Arrived today, set time and sized...









I'll put up some observations later but all I'll say now is that it's shiny.


----------



## slow_mo

zuiko said:


> Arrived today, set time and sized...
> 
> View attachment 13066119
> 
> 
> I'll put up some observations later but all I'll say now is that it's shiny.


You couldn't resist!


----------



## zuiko

slow_mo said:


> You couldn't resist!


I admit that I couldn't.

I ordered it thinking it would be my one and only quartz GS. With the gold star +/-5 spy and a unique look it seemed a great first quartz and then the X293 came by surprise the very next day so it kind of usurped the position of first 9F quartz worn. This one is still the first that I ordered so I don't know both have a claim in some ways.


----------



## bluedialer

No surprise, glad you like it! Won't be surprised if you end up with one of the GMTs either.... 
A great care-free watch, I'm just paranoid about getting the gold medallion scuffed by the bracelet and clasp.


----------



## zuiko

bluedialer said:


> No surprise, glad you like it! Won't be surprised if you end up with one of the GMTs either....
> A great care-free watch, I'm just paranoid about getting the gold medallion scuffed by the bracelet and clasp.

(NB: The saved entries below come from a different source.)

import { CholeskyDecomposition, Matrix } from 'ml-matrix';
import type { SearchSpace } from './search-space.js';

/** Gradient (axes) and average information (axes × axes, row-major) in the coordinates of a search space. */
export interface LocalDerivatives {
  readonly gradient: Float64Array;
  readonly information: Float64Array;
}

/**
 * Rank-one update of the learnt part A so that (information + A)·step = loss of gradient over the step; skipped
 * where its denominator is unsafe (Nocedal & Wright 2006, Numerical Optimization, eq. 6.26).
 */
export function updateSecant(
  secant: Float64Array,
  before: LocalDerivatives,
  after: LocalDerivatives,
  from: Float64Array,
  to: Float64Array,
): void {
  const width = from.length;
  const step = to.map((value, k) => value - from[k]);
  const miss = new Float64Array(width);
  let inner = 0;
  for (let i = 0; i < width; i++) {
    miss[i] = before.gradient[i] - after.gradient[i];
    for (let j = 0; j < width; j++) {
      miss[i] -= (after.information[i * width + j] + secant[i * width + j]) * step[j];
    }
    inner += miss[i] * step[i];
  }
  const sizes = Math.hypot(...miss) * Math.hypot(...step);
  if (!(Math.abs(inner) > 1e-8 * sizes)) return;
  for (let i = 0; i < width; i++) {
    for (let j = 0; j < width; j++) secant[i * width + j] += (miss[i] * miss[j]) / inner;
  }
}

/** A damped Newton step over the free axes, each bounded, and its decrement gᵀH⁻¹g; null where none is left. */
export function newtonStep(
  space: SearchSpace,
  x: Float64Array,
  { gradient, information }: LocalDerivatives,
  secant: Float64Array,
  damping: number,
): { delta: Float64Array; decrement: number } | null {
  const free = freeAxes(space, x, gradient);
  if (free.length === 0) return null;
  const factor = curvatureFactor(free, information, secant, damping);
  if (factor === null) return null;
  const solved = factor.solve(Matrix.columnVector(free.map((k) => gradient[k]))).to1DArray();
  const delta = new Float64Array(space.axes.length);
  let decrement = 0;
  free.forEach((k, i) => {
    const limit = space.axes[k].maxStep;
    decrement += solved[i] * gradient[k];
    delta[k] = Math.max(-limit, Math.min(limit, solved[i]));
  });
  return { delta, decrement };
}

/** Axes that are not held at a bound by the gradient. */
function freeAxes(space: SearchSpace, x: Float64Array, gradient: Float64Array): number[] {
  return Array.from(space.axes.keys()).filter((k) => {
    const axis = space.axes[k];
    const slack = 1e-12 * (axis.high - axis.low);
    const heldLow = x[k] <= axis.low + slack && gradient[k] <= 0;
    const heldHigh = x[k] >= axis.high - slack && gradient[k] >= 0;
    return !heldLow && !heldHigh;
  });
}

/** Factor of information plus learnt curvature over the free axes; of the information alone where that is indefinite. */
function curvatureFactor(
  free: readonly number[],
  information: Float64Array,
  secant: Float64Array,
  damping: number,
): CholeskyDecomposition | null {
  const width = Math.sqrt(information.length);
  for (const share of [1, 0]) {
    const h = new Matrix(free.length, free.length);
    for (let i = 0; i < free.length; i++) {
      for (let j = 0; j <= i; j++) {
        const at = free[i] * width + free[j];
        const value = information[at] + share * secant[at];
        // Both triangles: the library insists on symmetry to the last bit.
        h.set(i, j, value);
        h.set(j, i, value);
      }
      // A flat direction (no information) still gets a small positive curvature, so that the step stays finite.
      h.set(i, i, h.get(i, i) + damping * information[free[i] * width + free[i]] + 1e-10);
    }
    const factor = new CholeskyDecomposition(h);
    if (factor.isPositiveDefinite()) return factor;
  }
  return null;
}

/** The point moved and clamped into the box. */
export function boxed(space: SearchSpace, x: Float64Array, delta: Float64Array): Float64Array {
  return x.map((value, k) => {
    const axis = space.axes[k];
    return Math.min(axis.high, Math.max(axis.low, value + delta[k]));
  });
}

I can totally understand that worry.

It's the fiddliest bracelet to size that I have ever had to work with. I didn't loctite the screws in case I want to change size. I took out two links each side and it was a bit too snug although it's the usual size I would wear with a finger making it about half way through the clasp area. The watch movement on wrist was minimal and I find that sort of fit slightly uncomfortable with wrist flexion and extension leading to a feeling of tightness.

Knowing the fiddliness aspect I put a link back in and it's a bit on the loose side now. So not a perfect situation but it's very comfortable. Finger goes through clasp area tightly but does go all the way.

The "drapey" BoR bracelet wears very differently to a usual GS but it looks fine and feels fine.

The looser bracelet certainly flaps around and can easily hit back of watch. Even the end link areas are able to flex back onto caseback so yes must keep an eye out for this.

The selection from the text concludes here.